Y no es que el miedo paralizante no sirva; en el mundo animal, "hacerse el muerto" (quedarse paralizado) les salva de ser devorados en muchas ocasiones. Sin embargo, usar una y otra vez esta energía te limitará en tu día a día cada vez más.
Todo en esta vida tiene un "para qué". Las emociones son una de ellas: nada es casual, nada pasa porque sí y nada llega a tu vida para hacerte daño. Muchos de los miedos que están en nosotros son aprendidos de una generación a otra, y la mayoria de las veces ni siquiera lo hemos experimentado.
La ley de la polaridad establece que todo en el universo tiene dos polos opuestos o aspectos duales (como luz y oscuridad, frío y calor, amor y odio), pero lo que realmente dice esta ley es que estos opuestos no son entidades separadas, sino la misma cosa en diferentes grados de intensidad. La clave es que, al ser un mismo espectro, los opuestos pueden transformarse el uno en el otro: el frío puede calentarse y el odio puede convertirse en amor simplemente cambiando la vibración o el grado
Y con esta ley podemos entender porque te digo que hay dos tipos de miedo, porque la energía es la misma solo que la vibración es diferente ¿puedes verlo?.
Te invito a que busques una situación en la que hayas pasado mucho miedo: ¿qué está pasando?, ¿te recuerda a alguna experiencia ya vivida donde lo pasaste mal?, si es asi ¿fue en tu infancia?

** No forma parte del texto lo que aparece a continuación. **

impl Layout {
    fn of(report: &Report) -> Self {
        let mut events: Vec<Named> = Vec::new();
        let mut modulators: Vec<(String, Named, Option<String>)> = Vec::new();
        let mut nuisance: Vec<String> = Vec::new();
        for run in &report.runs {
            for entry in &run.regressors {
                let regressor = &entry.regressor;
                match regressor.kind {
                    RegressorKind::Onset => {
                        if !events.iter().any(|e| e.name == regressor.name) {
                            events.push(Named {
                                name: regressor.name.clone(),
                                label: regressor
                                    .event
                                    .clone()
                                    .unwrap_or_else(|| regressor.name.clone()),
                                event: regressor.event.clone(),
                            });
                        }
                    }
                    RegressorKind::Modulator => {
                        if !modulators.iter().any(|(_, m, _)| m.name == regressor.name) {
                            let model = regressor.model.clone().unwrap_or_default();
                            modulators.push((
                                model,
                                Named {
                                    name: regressor.name.clone(),
                                    label: regressor.name.clone(),
                                    event: regressor.event.clone(),
                                },
                                regressor.column.clone(),
                            ));
                        }
                    }
                    RegressorKind::Nuisance => {
                        if !nuisance.contains(&regressor.name) {
                            nuisance.push(regressor.name.clone());
                        }
                    }
                    RegressorKind::Derivative => {}
                }
            }
        }
        // A modulator is called by its column when no other modulator uses that column.
        let columns: Vec<Option<String>> = modulators.iter().map(|(_, _, c)| c.clone()).collect();
        let mut models: Vec<ModelInfo> = Vec::new();
        for (model, mut named, column) in modulators {
            if let Some(column) = column {
                let uses = columns
                    .iter()
                    .filter(|c| c.as_deref() == Some(column.as_str()))
                    .count();
                if uses == 1 {
                    named.label = column;
                }
            }
            match models.iter_mut().find(|m| m.name == model) {
                Some(found) => found.modulators.push(named),
                None => models.push(ModelInfo {
                    name: model,
                    modulators: vec![named],
                }),
            }
        }
        Layout {
            events,
            models,
            nuisance,
        }
    }

    fn modulators(&self) -> impl Iterator<Item = (&ModelInfo, &Named)> {
        self.models
            .iter()
            .flat_map(|model| model.modulators.iter().map(move |m| (model, m)))
    }

    fn has_modulators(&self) -> bool {
        self.models.iter().any(|m| !m.modulators.is_empty())
    }
}
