def demo_references(out: Path) -> list[str]:
    """VIFs of every run of demo-data/, recomputed from its files with pandas, numpy and
    statsmodels: dense microtime grid, np.convolve, lstsq projection on the drift basis,
    variance_inflation_factor on the filtered (centred) columns."""
    import tomllib
    demo = HERE.parent.parent / "demo-data"
    study = tomllib.loads((demo / "study.toml").read_text(encoding="utf-8"))
    acq = study["acquisition"]
    tr, scans = float(acq["tr"]), int(acq["scans"])
    micro = int(acq.get("microtime", 16))
    reference = float(acq.get("reference", 0.5))
    cutoff = float(study.get("filter", {}).get("high_pass", 128.0))
    dt = tr / micro
    kernel = hrf(np.arange(int(math.ceil(32.0 / dt))) * dt)
    kernel = kernel / kernel.sum()
    start = round_half_away(32.0 / dt)
    first_sample = round_half_away(reference * micro)
    k = int(math.floor(2 * scans * tr / cutoff)) if cutoff > 0 else 0
    n = np.arange(scans)
    drift = np.column_stack([np.ones(scans)] + [np.cos(np.pi * j * (2 * n + 1) / (2 * scans))
                                                 for j in range(1, k + 1)])
    table = pd.read_csv(demo / study["trials"]["file"], dtype=str, keep_default_na=False)
    events = {e["name"]: e["onset"] for e in study["event"]}

    def regressor(onsets, heights):
        length = start + scans * micro + 2 * len(kernel)
        grid = np.zeros(length)
        for onset, height in zip(onsets, heights):
            grid[round_half_away(onset / dt) + start] += height   # sticks (duration 0)
        return np.convolve(grid, kernel)[:length][start + first_sample + micro * n]

    def number(cell):
        return float("nan") if cell in ("", "n/a") else float(cell)

    names, runs, ar1_first_run = [], [], []
    per_glm = {m["name"]: {"glm": m["name"], "models": [m["name"]], "regressors": [], "runs": []}
               for m in study["model"]}
    for (subject, run), rows in table.groupby(["subject", "run"], sort=False):
        columns, names = [], []
        for event, onset_column in events.items():
            columns.append(regressor(rows[onset_column].map(number), np.ones(len(rows))))
            names.append(event)
        for model in study["model"]:
            for modulator in model["modulators"]:
                values = rows[modulator["column"]].map(number).to_numpy(float)
                heights = np.where(np.isnan(values), 0.0, values - np.nanmean(values))
                columns.append(regressor(rows[events[modulator["event"]]].map(number), heights))
                names.append(f"{model['name']}:{modulator['column']}")
        design = np.column_stack(columns)
        filtered = design - drift @ np.linalg.lstsq(drift, design, rcond=None)[0]
        vifs = [variance_inflation_factor(filtered, j, standardize=False)
                for j in range(filtered.shape[1])]
        runs.append({"subject": subject, "run": run, "vif": floats(vifs)})
        # One GLM per model (the study's default): the events' columns and the model's.
        for model in study["model"]:
            keep = [j for j, name in enumerate(names)
                    if ":" not in name or name.startswith(model["name"] + ":")]
            part = filtered[:, keep]
            per_glm[model["name"]]["regressors"] = [names[j] for j in keep]
            per_glm[model["name"]]["runs"].append({
                "subject": subject, "run": run,
                "vif": floats([variance_inflation_factor(part, j, standardize=False)
                               for j in range(part.shape[1])]),
            })
        if (subject, run) == ("01", "1"):
            # AR(1) noise: statsmodels GLS with sigma the AR(1) correlation matrix; its
            # whitening (cholsigmainv, W'W = inverse of sigma) applied to the regressors and
            # to the constant and cosines, the whitened drift projected out, then VIFs.
            for rho in AR1_COEFFICIENTS:
                sigma = scipy.linalg.toeplitz(rho ** np.arange(scans))
                w = sm.GLS(np.zeros(scans), np.column_stack([design, drift]), sigma=sigma).cholsigmainv
                xw, dw = w @ design, w @ drift
                fw = xw - dw @ np.linalg.lstsq(dw, xw, rcond=None)[0]
                ar1_first_run.append({"ar1": rho, "vif": floats(
                    [variance_inflation_factor(fw, j, standardize=False) for j in range(fw.shape[1])])})
    write_json(out / "demo_vif.json", {
        "source": f"demo-data/ rebuilt with pandas {pd.__version__} and numpy {np.__version__} "
                  f"(dense convolution), VIFs by statsmodels {statsmodels.__version__} "
                  "variance_inflation_factor(filtered design, j, standardize=False); the filtered "
                  "columns are centred, so the uncentred R2 it uses equals the centred one",
        "regressors": names,
        "runs": runs,
        "glms_source": "the same filtered columns, those of each GLM taken (the events' and one "
                       "model's modulators: the study's default of one GLM per model), VIFs by "
                       "variance_inflation_factor again",
        "glms": list(per_glm.values()),
        "ar1_source": f"subject 01 run 1, every model in one design, AR(1) noise: statsmodels "
                      f"{statsmodels.__version__} GLS(sigma = toeplitz(rho^k)).cholsigmainv applied to "
                      "the regressors and to the constant and cosines, the whitened drift projected "
                      "out by numpy lstsq, VIFs by variance_inflation_factor",
        "ar1_first_run": ar1_first_run,
    })
    return ["demo_vif.json"]
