//! The forecast's figures: per task variant (in ranking order), each focus regressor's
//! VIF median over the simulated runs with its 10–90% range; and, in `statuses`, the
//! participants' statuses per variant.
//!
//! Regressors are told apart by marker shape as well as colour, so the figure survives
//! colour-blind reading and greyscale printing. A spread value that is undefined (exact
//! dependencies in that share of runs) is never drawn as a number: a missing median
//! leaves the mark out and says so in the row, a missing 90th percentile turns the
//! whisker into a dashed line that runs off the right edge.

mod keys;
mod statuses;

pub use statuses::{StatusRow, status_bars, status_rows};

use plotters::element::DashedPathElement;
use plotters::prelude::*;
use plotters::style::text_anchor::{HPos, VPos};

use super::palette::{EMBER, INK, STONE};
use super::strip::threshold_lines;
use super::{Area, Drawn, anchored, draw_svg, failed, label_width, text};
use crate::forecast::report::ForecastReport;
use crate::forecast::summary::Spread;
use crate::render::numbers::axis_vif as vif_tick;
use crate::study::Thresholds;
use keys::{Entry, draw_legend, draw_shape, legend_layout, shape_colour};

/// One regressor's spread on one variant, with values that cannot go on a log axis
/// (non-finite, not positive) already turned into `None`.
#[derive(Debug, Clone, Copy, PartialEq, Default)]
pub struct Whisker {
    pub median: Option<f64>,
    pub p10: Option<f64>,
    pub p90: Option<f64>,
}

impl Whisker {
    fn of(spread: &Spread) -> Whisker {
        let keep = |v: Option<f64>| v.filter(|v| v.is_finite() && *v > 0.0);
        Whisker {
            median: keep(spread.median),
            p10: keep(spread.p10),
            p90: keep(spread.p90),
        }
    }
}

#[derive(Debug, Clone)]
pub struct VariantRow {
    /// "rank. name", as the ranking table shows it.
    pub label: String,
    /// Aligned with [`VariantVifs::regressors`]; `None` when the variant lacks it.
    pub whiskers: Vec<Option<Whisker>>,
}

#[derive(Debug, Clone, Default)]
pub struct VariantVifs {
    pub regressors: Vec<String>,
    pub rows: Vec<VariantRow>,
}

impl VariantVifs {
    /// (variant label, regressor) pairs drawn without a mark: median undefined or absent.
    pub fn unmarked(&self) -> Vec<(String, String)> {
        self.pairs(|w| w.is_none_or(|w| w.median.is_none()))
    }

    /// Pairs whose median is drawn but whose 90th percentile is undefined.
    pub fn open_ended(&self) -> Vec<(String, String)> {
        self.pairs(|w| w.is_some_and(|w| w.median.is_some() && w.p90.is_none()))
    }

    fn pairs(&self, keep: impl Fn(Option<&Whisker>) -> bool) -> Vec<(String, String)> {
        let mut out = Vec::new();
        for row in &self.rows {
            for (name, whisker) in self.regressors.iter().zip(&row.whiskers) {
                if keep(whisker.as_ref()) {
                    out.push((row.label.clone(), name.clone()));
                }
            }
        }
        out
    }
}

/// The figure's data, variants in ranking order (the order the reader decides in).
pub fn variant_vifs_data(report: &ForecastReport) -> VariantVifs {
    // Every GLM that holds a focus regressor (as the first variant lists them).
    let keys: Vec<(String, String)> = report
        .variants
        .first()
        .map(|v| {
            v.regressors
                .iter()
                .filter(|r| report.forecast.focus.contains(&r.regressor))
                .map(|r| (r.glm.clone(), r.regressor.clone()))
                .collect()
        })
        .unwrap_or_default();
    let several_glms = keys.iter().any(|k| k.0 != keys[0].0);
    let regressors = keys
        .iter()
        .map(|(glm, name)| {
            if several_glms {
                format!("{glm} · {name}")
            } else {
                name.clone()
            }
        })
        .collect();
    let rows = report
        .ranking
        .iter()
        .filter_map(|entry| {
            let variant = report.variants.iter().find(|v| v.name == entry.variant)?;
            let whiskers = keys
                .iter()
                .map(|(glm, name)| {
                    let found = variant
                        .regressors
                        .iter()
                        .find(|r| &r.glm == glm && &r.regressor == name);
                    found.map(|r| Whisker::of(&r.vif))
                })
                .collect();
            Some(VariantRow {
                label: format!("{}. {}", entry.rank, variant.name),
                whiskers,
            })
        })
        .collect();
    VariantVifs { regressors, rows }
}

/// Pixels per regressor line within a variant's row, and the row's padding.
const LINE: f64 = 16.0;
const PAD: f64 = 14.0;

pub fn variant_vifs(data: &VariantVifs, thresholds: &Thresholds) -> Result<String, String> {
    if data.rows.is_empty() || data.regressors.is_empty() {
        return Err("no variants or no focus regressors to show".to_string());
    }
    let row_height = (data.regressors.len() as f64 * LINE + PAD).max(30.0);
    let plot_height = row_height * data.rows.len() as f64;
    let left = data
        .rows
        .iter()
        .map(|r| label_width(&r.label, 13.0))
        .max()
        .unwrap_or(80)
        .clamp(80, 320)
        + 16;
    let width = 1000u32;
    let (top, bottom) = (28u32, 44u32);

    let mut entries: Vec<(Entry, String)> = data
        .regressors
        .iter()
        .enumerate()
        .map(|(i, name)| (Entry::Shape(i), name.clone()))
        .collect();
    let caution = format!("caution threshold {}", vif_tick(thresholds.vif_caution));
    let severe = format!("severe threshold {}", vif_tick(thresholds.vif_severe));
    entries.push((Entry::Threshold(EMBER, true), caution));
    entries.push((Entry::Threshold(INK, false), severe));
    if !data.open_ended().is_empty() {
        let label = "90th percentile undefined (runs off the edge)".to_string();
        entries.push((Entry::OpenWhisker, label));
    }
    let labels: Vec<String> = entries.iter().map(|(_, l)| l.clone()).collect();
    let (_, legend_lines) = legend_layout(&labels, width as i32);
    let legend = 24 * legend_lines as u32 + 4;
    let height = plot_height.ceil() as u32 + top + bottom + legend;

    let values = data
        .rows
        .iter()
        .flat_map(|r| r.whiskers.iter().flatten())
        .flat_map(|w| [w.p10, w.median, w.p90].into_iter().flatten());
    let (low, high) = values.fold((1.0f64, thresholds.vif_severe), |(lo, hi), v| {
        (lo.min(v), hi.max(v))
    });
    let x_range = (low.max(1e-3) * 0.85)..(high.max(low * 2.0) * 1.8);

    draw_svg((width, height), |root| {
        let (chart_area, legend_area) = root.split_vertically(height - legend);
        let mut chart = ChartBuilder::on(&chart_area)
            .margin_top(top)
            .margin_right(40)
            .x_label_area_size(bottom)
            .y_label_area_size(left)
            .build_cartesian_2d(x_range.clone().log_scale(), 0.0..plot_height)
            .map_err(failed)?;
        chart
            .configure_mesh()
            .disable_y_mesh()
            .y_labels(0)
            .x_labels(12)
            .x_label_formatter(&|v| vif_tick(*v))
            .x_desc("VIF (log scale): median over the simulated runs, whisker 10–90%")
            .light_line_style(TRANSPARENT)
            .bold_line_style(STONE.mix(0.3))
            .axis_style(INK)
            .label_style(text(12.0))
            .axis_desc_style(text(13.0))
            .draw()
            .map_err(failed)?;
        // Rows run top-down; the chart's y (in pixels) grows upwards.
        let y_of = |from_top: f64| plot_height - from_top;
        let note_style = anchored(text(12.0), HPos::Left, VPos::Center);
        for (r, row) in data.rows.iter().enumerate() {
            let row_top = r as f64 * row_height;
            if r > 0 {
                let edge = [(x_range.start, y_of(row_top)), (x_range.end, y_of(row_top))];
                chart
                    .draw_series(LineSeries::new(edge, STONE.mix(0.35)))
                    .map_err(failed)?;
            }
            let middle = chart.backend_coord(&(x_range.start, y_of(row_top + row_height / 2.0)));
            let label_style = anchored(text(13.0), HPos::Right, VPos::Center);
            root.draw_text(&row.label, &label_style, (middle.0 - 8, middle.1))
                .map_err(failed)?;
            for (j, whisker) in row.whiskers.iter().enumerate() {
                let y = y_of(row_top + PAD / 2.0 + LINE * (j as f64 + 0.5));
                let name = &data.regressors[j];
                let Some(w) = whisker.filter(|w| w.median.is_some()) else {
                    // Said in the row, so that a gap never reads as a good value.
                    let (x, py) = chart.backend_coord(&(x_range.start, y));
                    let note = format!("{name}: median undefined — no mark");
                    root.draw_text(&note, &note_style, (x + 8, py))
                        .map_err(failed)?;
                    continue;
                };
                let px = |x: f64, y: f64| chart.backend_coord(&(x, y));
                draw_whisker(root, &px, w, y, j, x_range.end)?;
            }
        }
        threshold_lines(root, &mut chart, thresholds, plot_height)?;
        draw_legend(&legend_area, &entries, width as i32)
    })
}

/// The 10–90% line with end caps (an open, dashed end when the 90th percentile is
/// undefined), then the median's marker on top.
/// `px` maps a (VIF, y) point of the chart to the root's pixels.
fn draw_whisker(
    root: &Area,
    px: &dyn Fn(f64, f64) -> (i32, i32),
    w: Whisker,
    y: f64,
    index: usize,
    edge: f64,
) -> Drawn {
    let colour = shape_colour(index);
    let median = w.median.unwrap_or(edge);
    let low = w.p10.unwrap_or(median);
    let from = px(low, y);
    let to = px(w.p90.unwrap_or(edge), y);
    if w.p90.is_some() {
        root.draw(&PathElement::new(vec![from, to], colour.stroke_width(2)))
            .map_err(failed)?;
        let cap = vec![(to.0, to.1 - 4), (to.0, to.1 + 4)];
        root.draw(&PathElement::new(cap, colour.stroke_width(2)))
            .map_err(failed)?;
    } else {
        let line = DashedPathElement::new(vec![from, to], 3, 3, colour.stroke_width(2));
        root.draw(&line).map_err(failed)?;
    }
    let cap = vec![(from.0, from.1 - 4), (from.0, from.1 + 4)];
    root.draw(&PathElement::new(cap, colour.stroke_width(2)))
        .map_err(failed)?;
    draw_shape(root, px(median, y), index)
}

#[cfg(test)]
mod tests {
    use super::*;

    fn data(median: Option<f64>, p90: Option<f64>) -> VariantVifs {
        let whisker = Whisker {
            median,
            p10: median.map(|m| m / 2.0),
            p90,
        };
        VariantVifs {
            regressors: vec!["a_pe".into(), "b_pe".into()],
            rows: vec![VariantRow {
                label: "1. as planned".into(),
                whiskers: vec![Some(whisker), None],
            }],
        }
    }

    #[test]
    fn undefined_values_are_named_not_drawn() {
        let plot = data(Some(4.0), None);
        assert_eq!(plot.unmarked().len(), 1, "the absent regressor");
        assert_eq!(plot.open_ended().len(), 1);
        let svg = variant_vifs(&plot, &Thresholds::default()).expect("drawn");
        assert!(svg.contains("median undefined"));
        assert!(svg.contains("90th percentile undefined"));
        assert!(!svg.to_lowercase().contains("nan"));
    }

    #[test]
    fn empty_input_is_a_reason() {
        assert!(variant_vifs(&VariantVifs::default(), &Thresholds::default()).is_err());
        let all_defined = data(Some(20.0), Some(40.0));
        assert!(variant_vifs(&all_defined, &Thresholds::default()).is_ok());
    }
}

Una vez que lo hayas reconocido, pasa a la segunda acción: ¿qué quieres hacer con esto?, ¿quieres huir o quieres hacerle frente?.
No importa lo que elijas, lo que importa es lo qué sucede en tu vida con la decisión que has tomado, cómo te sientes y plantearte si quieres cambiar de opción.
Todo esto puedes hacerlo. Sé que cuesta —yo lo he vivido y lo vivo muchas veces también—pero la práctica que te he compartido se ha convertido en un sistema automático que me permite usar el miedo según lo necesite.
¡Valiente no es quien no tiene miedo; valiente es aquel que, aun con miedo, sigue adelante!
Te abrazo.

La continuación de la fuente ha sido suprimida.